Spor salonunda biraz daha takıldıktan sonra lunaparkın yolunu tuttuk.Nihayet luna parkın önündeydik.Biletlerimizi alıp içeri girdikten sonra en çok sevdiğimiz alet rangere doğru gittik.Çok eğlenceli gözüküyordu.Çocukluğumuzda belki yüz defa ard arda binip deli gibi eğlendiğimiz dönen arabalara baktık.Hatta bir defasında kusmuştuk.İkimizde.O sarı renk bende pembe renk pamuk şekerlerimizi elimize aldık.Çocukluğumuzdan beri devam eden alışkanlıklarımızdan biri o her zaman sarısını alırken ben pembesini alırım.
"Alya bu poşetlerini taşıyan çocuk değil mi?"

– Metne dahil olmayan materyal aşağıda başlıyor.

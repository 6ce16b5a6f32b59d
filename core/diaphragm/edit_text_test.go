package diaphragm

import (
	"strings"
	"testing"

	"hoopsheet/core/quantity"
)

// Switching units, even through all of them, and setting what is shown leave
// the SI value as it is, to the last bit.
func TestUnitsChangeNoValue(t *testing.T) {
	for _, f := range FieldsOf(richDocument()) {
		if f.Kind != KindQuantity {
			continue
		}
		s := state{doc: richDocument()}
		if !strings.HasSuffix(f.Path, ".wall") {
			s.doc.Faces.Upper, s.doc.Faces.Lower.Depth = Face{Kind: FaceCavity, Depth: 0.123456789, VentArea: 1e-3 / 7}, 1.0/3
		} else {
			s.doc.Faces.Upper, s.doc.Faces.Lower = Face{Kind: FaceBaffled, Wall: 0.123456789}, Face{Kind: FaceBaffled, Wall: 1.0 / 3}
		}
		s.doc.Sheet.MeasuredArealDensity, s.doc.Ring.Radius = 0.07, 4.0/3
		want := *f.number(&s.doc)
		for _, symbol := range f.Units {
			s = s.apply(Edit{f.Path, ActionUnit, symbol})
			if s.units[f.Path] != symbol || len(s.problems) > 0 {
				t.Errorf("%s in %s: %v %v", f.Path, symbol, s.units, s.problems)
			}
			r := s.row(t, f.Path)
			s = s.apply(set(f.Path, r.Text))
			if got := *f.number(&s.doc); got != want || r.Unit != symbol {
				t.Errorf("%s in %s: %.17g, want %.17g", f.Path, symbol, got, want)
			}
		}
	}
}

func TestTypedNumbersComeBackAsTyped(t *testing.T) {
	for _, f := range Fields() {
		if f.Kind != KindQuantity || f.Dimension == quantity.Temperature {
			continue
		}
		for _, symbol := range f.Units {
			unit, _ := quantity.Find(f.Dimension, symbol)
			for _, x := range []float64{0.07, 1, 12.5, 123.456, 98765.4321} {
				text := quantity.FormatNumber(x, digitsTyped)
				if got := show(unit.ToSI(x), unit); got != text {
					t.Errorf("%s %s is shown as %s", text, symbol, got)
				}
			}
		}
	}
	for _, symbol := range []string{"°C", "K", "°F"} {
		unit, _ := quantity.Find(quantity.Temperature, symbol)
		for _, text := range []string{"0", "20", "-40", "5.5", "35", "68", "0.1", "-12.25"} {
			reading, err := quantity.Parse(text, quantity.Temperature, symbol)
			if symbol == "K" && text[0] == '-' {
				continue
			}
			if got := show(reading.SI, unit); err != nil || got != text {
				t.Errorf("%s %s is shown as %s, %v", text, symbol, got, err)
			}
		}
	}
	// A change of unit is shown with six digits.
	mil, _ := quantity.Find(quantity.Length, "mil")
	if got := show(23e-6, mil); got != "0.905512" {
		t.Errorf("23 µm are %s mil", got)
	}
}

func TestAnEditRoundsNothingElse(t *testing.T) {
	s := demoState().apply(Edit{"ring.radius", ActionUnit, "in"}, set("tension.nominal", "2 lbf/in"), set("name", "x"))
	if s.doc.Ring.Radius != 0.45 {
		t.Errorf("%.17g", s.doc.Ring.Radius)
	}
}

Onun gösterdiği tarafa doğru baktım ve evet oydu yanında bir kız çocuğunun elinden tutmuştu biraz sonra kucağına aldı bir şeyler söyleyip gülüyordu.Gülmesi o kadar güzeldiki pamuk şekerimi yemeyi bırakmıştım.siyah bir şapkası beyaz düz bir tişörtü ve siyah pantolonuyla spor ve şık duruyor.Kusursuz.Etkilenmemek elde değil.
"Alyaa kendine gel.Heyy"
"Ya ben zaten kendimdeyim deyip pamuk şekerimi yemeye devam ettim.Tam o sırada birinin bana çarptığını hissettim arkamı dönüp baktığımda bu soğukkanlının yanındaki çocuktan başka biri değildi ona soğukkanlı diyordum çünkü öyleydi sanki etrafında görünmez buzdan duvarlar varmış gibi.Elindeki dondurması elbiseme sıvanmıştı ve bir yandan da çocuk ağlıyordu.Çünkü dondurmanın geri kalanıda lunaparktaki kumların arasındaydı.Eylül bu sırada biletleri almaya gitmişti.Çocuğu yerden kaldırdım.
"Bak eğer ağlamazsan sana dilediğin kadar dondurma alırım."
Çocuk ikna olmuş gibi gözüküyordu gözyaşlarını sildim.
"Sen ne kadar akıllı ve güzel bir kızsın böyle."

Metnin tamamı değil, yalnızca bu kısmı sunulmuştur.